Now predicting GDP of 1.7% in 2016, up from its January expectation of 1.4%.
OTTAWA — The Bank of Canada credited billions of dollars in federal investments for helping offset the ever-present negatives from the oil price shock as it stuck with its benchmark interest rate of 0.5%.
The Liberal government’s spending boost uplifted what would have been a modest downgrade to its economic growth forecast this year, the central bank said as it released updated projections.
The bank is now predicting the country’s real gross domestic product – a measure of economic growth – to expand by 1.7% in 2016, up from its January expectation of 1.4%.
“The mix of policies that we have today is a more favourable one for economic growth than what we had before,” Bank of Canada governor Stephen Poloz said in Ottawa.
Last year, Poloz lowered the bank’s trend-setting interest rate twice to soften the blow of the commodity slump. Both rate changes came at a time when the former Conservative government was seeking to curb spending in an effort to balance the books.
The Liberals, however, have introduced a different approach since winning last fall’s election.
In last month’s federal budget, they committed to about $25 billion in additional spending over the next two years for economy-lifting plans such as infrastructure projects.
The extra funding was contained in a fiscal blueprint that also projected five straight annual deficits totalling more than $110 billion, starting with a shortfall of $29.4 billion in 2016-17.
The bank expects the federal investments to more than offset the negative consequences of a slightly stronger dollar, weaker-than-expected global growth and shrinking oil sector investment.

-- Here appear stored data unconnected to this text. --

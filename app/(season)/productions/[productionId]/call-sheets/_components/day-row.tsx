import Link from "next/link";
import { Chip } from "@/components/ui/chip";
import type { SheetDayListed } from "@/lib/data/sheets/read";
import { dayAndClock, longDay } from "@/lib/format-dates";

type Props = {
  productionId: string;
  day: SheetDayListed;
  zone: string;
  locale: string;
  showReading: boolean;
};

/** One day with a call: whether its sheet is out, and its issues. */
export function DayRow({ productionId, day, zone, locale, showReading }: Props) {
  const base = `/productions/${productionId}/call-sheets` as const;
  const calls = [
    day.published > 0 ? `${String(day.published)} ${day.published === 1 ? "call" : "calls"}` : "",
    day.drafts > 0 ? `${String(day.drafts)} ${day.drafts === 1 ? "draft" : "drafts"}` : "",
  ].filter(Boolean);
  return (
    <li className="grid gap-x-6 gap-y-1 border-b border-rule py-3 md:grid-cols-[15rem_minmax(0,1fr)_auto]">
      <p>
        <Link className="row-link" href={`${base}/${day.localDate}`}>
          {longDay(day.localDate, locale)}
        </Link>
        <span className="block text-sm text-ink-2">
          {calls.length > 0 ? calls.join(", ") : "nothing called any more"}
        </span>
      </p>
      <ul className="text-sm">
        {day.issues.map((issue) => (
          <li key={issue.id}>
            <Link className="text-link" href={`${base}/issues/${issue.id}`}>
              Issue {issue.number}
            </Link>{" "}
            <span className="text-ink-2">
              sent {dayAndClock(issue.issuedAt, zone, locale)}
              {showReading &&
                `, ${String(issue.acknowledged)} of ${String(issue.concerns)} have read it`}
            </span>
          </li>
        ))}
      </ul>
      <p>
        {day.issues.length === 0 ? (
          <Chip tone="stretch">Not issued</Chip>
        ) : (
          <Chip tone="fits">Issued</Chip>
        )}
      </p>
    </li>
  );
}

“The combined effect of all these global and domestic developments would have been a modest downgrade of the bank’s outlook,” the bank said in a statement that accompanied its quarterly monetary policy report.
“However, the fiscal measures announced in the March federal budget will have a notable impact on GDP.”
When it comes to the decision to stand pat on the interest rate, Poloz said things could have turned out differently without Ottawa’s fiscal injection.
Poloz said if one were to remove the fiscal measures from the equation, the bank’s updated forecast would have looked a “little worse” than the projections it provided in January.
At the time, Poloz revealed that senior bank officials entered deliberations before the rate announcement with a predisposition toward making another cut.
“There’s no doubt in my mind that we would have at least had that same bias going into the discussion,” Poloz said Wednesday of the most-recent deliberations.
“How it would have turned out, of course, is very hypothetical.”
Using the same baseline numbers in Ottawa’s recent budget, the bank projected federal and provincial government spending to combine to contribute 0.5 percentage points to growth this year and 0.6 percentage points in 2017.
The Bank of Canada based its assessment on Finance’s growth assumptions, which it considered reasonable.
The Finance Department estimated the Liberal budget, which also includes measures to boost tax relief for middle- and low-income households, will generate economic growth of 0.5% this year and one per cent in 2017-18.
The differences between how the impacts of the fiscal measures between the Bank of Canada and Finance were mostly due to how they were presented. For example, the bank’s numbers were based on calendar years, while the Finance projections were presented in fiscal years.
Poloz said there were only minor differences between the two sets of numbers.
Some observers were skeptical.
CIBC chief economist Avery Shenfeld wrote in a note that Poloz had no choice but to raise the 2016 forecast since his “boss,” Finance Minister Bill Morneau, has been “touting the benefits of fiscal stimulus” and because the economy saw surprisingly sturdy GDP growth in December and January.
“With that in mind, this was about as small a forecast upgrade as they could have chosen,” Shenfeld wrote.
Later, during the news conference, Poloz was asked about that remark.
“The finance minister, sorry, is not my boss,” Poloz said.
“The Bank of Canada is a fully independent policy-maker and we operate with independence under a five-year agreement with the government on an inflation target.
“So, I can tell you that if for some reason we were in total disagreement with some of the analysis that was in the budget, we would say so in our analysis.”
Even with the government spending, the bank lowered its 2017 growth projection to 2.3% from 2.4%. That’s because non-resource exports, while strengthening, aren’t expected to be as robust as previously thought due to the recent increase in the dollar.
For 2018, the bank is expecting growth of two per cent, a projection that doesn’t account for the potential impact of federal spending measures.
After a strong start to 2016, the bank is now predicting first quarter GDP to register 2.8%, up from one per cent. It’s also anticipating one per cent growth in the second quarter of 2016, down from the January forecast of 2.2%.
The bank said unexpectedly strong growth in the first three months of 2016 was partly due to temporary factors expected to fade with the loonie’s recent rise and slower international demand.